- [To do]:
Since only the total is wanted, give the number of lines in the listing below that hold the string "distances" and add nothing.

- [Records supplied]:
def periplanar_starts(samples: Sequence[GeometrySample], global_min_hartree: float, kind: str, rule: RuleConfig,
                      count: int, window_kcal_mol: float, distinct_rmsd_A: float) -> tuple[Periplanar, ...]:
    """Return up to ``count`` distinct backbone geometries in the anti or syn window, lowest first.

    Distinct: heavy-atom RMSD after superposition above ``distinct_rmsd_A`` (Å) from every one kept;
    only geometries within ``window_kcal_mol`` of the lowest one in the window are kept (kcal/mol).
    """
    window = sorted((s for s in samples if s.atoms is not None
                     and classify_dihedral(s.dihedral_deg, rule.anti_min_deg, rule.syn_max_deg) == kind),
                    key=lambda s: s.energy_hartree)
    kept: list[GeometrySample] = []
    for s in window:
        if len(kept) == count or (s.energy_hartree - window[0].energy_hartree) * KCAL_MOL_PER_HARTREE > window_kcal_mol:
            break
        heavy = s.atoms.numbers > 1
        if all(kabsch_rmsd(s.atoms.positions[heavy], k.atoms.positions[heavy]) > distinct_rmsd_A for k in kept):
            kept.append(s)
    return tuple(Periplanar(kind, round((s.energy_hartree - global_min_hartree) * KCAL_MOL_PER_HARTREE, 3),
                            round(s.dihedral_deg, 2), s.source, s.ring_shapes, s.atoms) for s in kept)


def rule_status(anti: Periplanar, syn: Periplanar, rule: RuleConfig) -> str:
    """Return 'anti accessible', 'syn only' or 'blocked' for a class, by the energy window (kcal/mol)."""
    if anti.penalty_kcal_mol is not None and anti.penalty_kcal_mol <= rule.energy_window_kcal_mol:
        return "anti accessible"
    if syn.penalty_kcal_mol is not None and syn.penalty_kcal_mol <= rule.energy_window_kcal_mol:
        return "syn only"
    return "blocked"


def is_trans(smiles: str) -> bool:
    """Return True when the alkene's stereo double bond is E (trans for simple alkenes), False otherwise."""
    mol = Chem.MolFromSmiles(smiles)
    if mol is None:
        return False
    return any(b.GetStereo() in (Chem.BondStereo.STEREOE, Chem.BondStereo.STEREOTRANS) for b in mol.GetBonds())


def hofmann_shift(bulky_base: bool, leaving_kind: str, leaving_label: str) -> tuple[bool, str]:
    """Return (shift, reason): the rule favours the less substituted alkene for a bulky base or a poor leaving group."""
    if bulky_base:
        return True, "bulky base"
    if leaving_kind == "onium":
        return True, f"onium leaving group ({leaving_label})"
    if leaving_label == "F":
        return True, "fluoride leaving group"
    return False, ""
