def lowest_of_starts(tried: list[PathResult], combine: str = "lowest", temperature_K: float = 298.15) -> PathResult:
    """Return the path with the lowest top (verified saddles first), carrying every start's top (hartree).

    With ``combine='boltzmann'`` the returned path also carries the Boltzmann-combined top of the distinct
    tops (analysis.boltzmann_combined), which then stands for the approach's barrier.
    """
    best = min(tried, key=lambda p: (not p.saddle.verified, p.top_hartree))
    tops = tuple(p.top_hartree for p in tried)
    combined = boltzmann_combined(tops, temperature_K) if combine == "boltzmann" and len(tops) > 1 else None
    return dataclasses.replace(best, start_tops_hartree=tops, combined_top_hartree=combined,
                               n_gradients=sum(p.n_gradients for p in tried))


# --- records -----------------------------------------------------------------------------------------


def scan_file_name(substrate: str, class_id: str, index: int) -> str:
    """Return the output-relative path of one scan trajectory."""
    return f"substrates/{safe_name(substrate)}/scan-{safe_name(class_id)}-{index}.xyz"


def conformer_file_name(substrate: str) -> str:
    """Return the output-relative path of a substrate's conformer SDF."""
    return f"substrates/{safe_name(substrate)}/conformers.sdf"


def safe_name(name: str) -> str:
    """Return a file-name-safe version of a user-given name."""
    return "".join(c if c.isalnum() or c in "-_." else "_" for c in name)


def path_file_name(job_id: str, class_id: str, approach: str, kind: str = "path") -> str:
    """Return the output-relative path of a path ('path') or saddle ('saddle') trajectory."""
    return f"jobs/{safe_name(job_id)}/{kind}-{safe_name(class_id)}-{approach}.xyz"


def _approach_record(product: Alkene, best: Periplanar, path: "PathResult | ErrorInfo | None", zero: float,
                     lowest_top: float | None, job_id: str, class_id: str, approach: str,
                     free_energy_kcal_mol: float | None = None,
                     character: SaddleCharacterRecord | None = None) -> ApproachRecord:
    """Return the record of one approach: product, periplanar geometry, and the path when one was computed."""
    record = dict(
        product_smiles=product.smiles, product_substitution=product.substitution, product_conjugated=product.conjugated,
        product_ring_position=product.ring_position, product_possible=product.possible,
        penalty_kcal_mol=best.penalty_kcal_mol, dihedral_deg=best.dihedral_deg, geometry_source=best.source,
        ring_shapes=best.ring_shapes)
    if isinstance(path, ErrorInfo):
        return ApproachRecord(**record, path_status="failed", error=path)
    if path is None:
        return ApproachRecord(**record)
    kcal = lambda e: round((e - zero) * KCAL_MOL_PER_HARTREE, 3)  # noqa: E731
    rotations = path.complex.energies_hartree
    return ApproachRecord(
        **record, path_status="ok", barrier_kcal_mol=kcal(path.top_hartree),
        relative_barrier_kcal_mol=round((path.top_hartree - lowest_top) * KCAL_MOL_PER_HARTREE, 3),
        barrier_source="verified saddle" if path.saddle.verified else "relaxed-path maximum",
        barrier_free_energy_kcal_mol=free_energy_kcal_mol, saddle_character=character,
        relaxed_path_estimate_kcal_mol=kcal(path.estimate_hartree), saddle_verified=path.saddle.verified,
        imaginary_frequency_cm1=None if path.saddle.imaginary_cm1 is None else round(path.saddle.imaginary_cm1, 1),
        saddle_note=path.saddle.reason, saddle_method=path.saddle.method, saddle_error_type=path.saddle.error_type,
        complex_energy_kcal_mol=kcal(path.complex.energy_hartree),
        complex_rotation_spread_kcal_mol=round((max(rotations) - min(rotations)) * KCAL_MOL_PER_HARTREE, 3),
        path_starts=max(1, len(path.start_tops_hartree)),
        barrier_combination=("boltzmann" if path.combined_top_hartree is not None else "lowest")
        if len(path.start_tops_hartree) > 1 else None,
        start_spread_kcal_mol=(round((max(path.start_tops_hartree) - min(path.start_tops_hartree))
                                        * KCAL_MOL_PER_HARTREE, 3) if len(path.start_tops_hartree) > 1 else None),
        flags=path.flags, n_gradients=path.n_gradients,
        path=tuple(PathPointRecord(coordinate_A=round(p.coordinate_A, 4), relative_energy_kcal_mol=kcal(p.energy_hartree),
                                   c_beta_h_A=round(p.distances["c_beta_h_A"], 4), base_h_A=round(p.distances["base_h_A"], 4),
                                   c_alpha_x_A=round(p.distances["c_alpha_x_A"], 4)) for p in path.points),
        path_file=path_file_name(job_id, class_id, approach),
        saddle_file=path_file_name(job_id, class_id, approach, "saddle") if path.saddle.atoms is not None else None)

- [Written response]:
2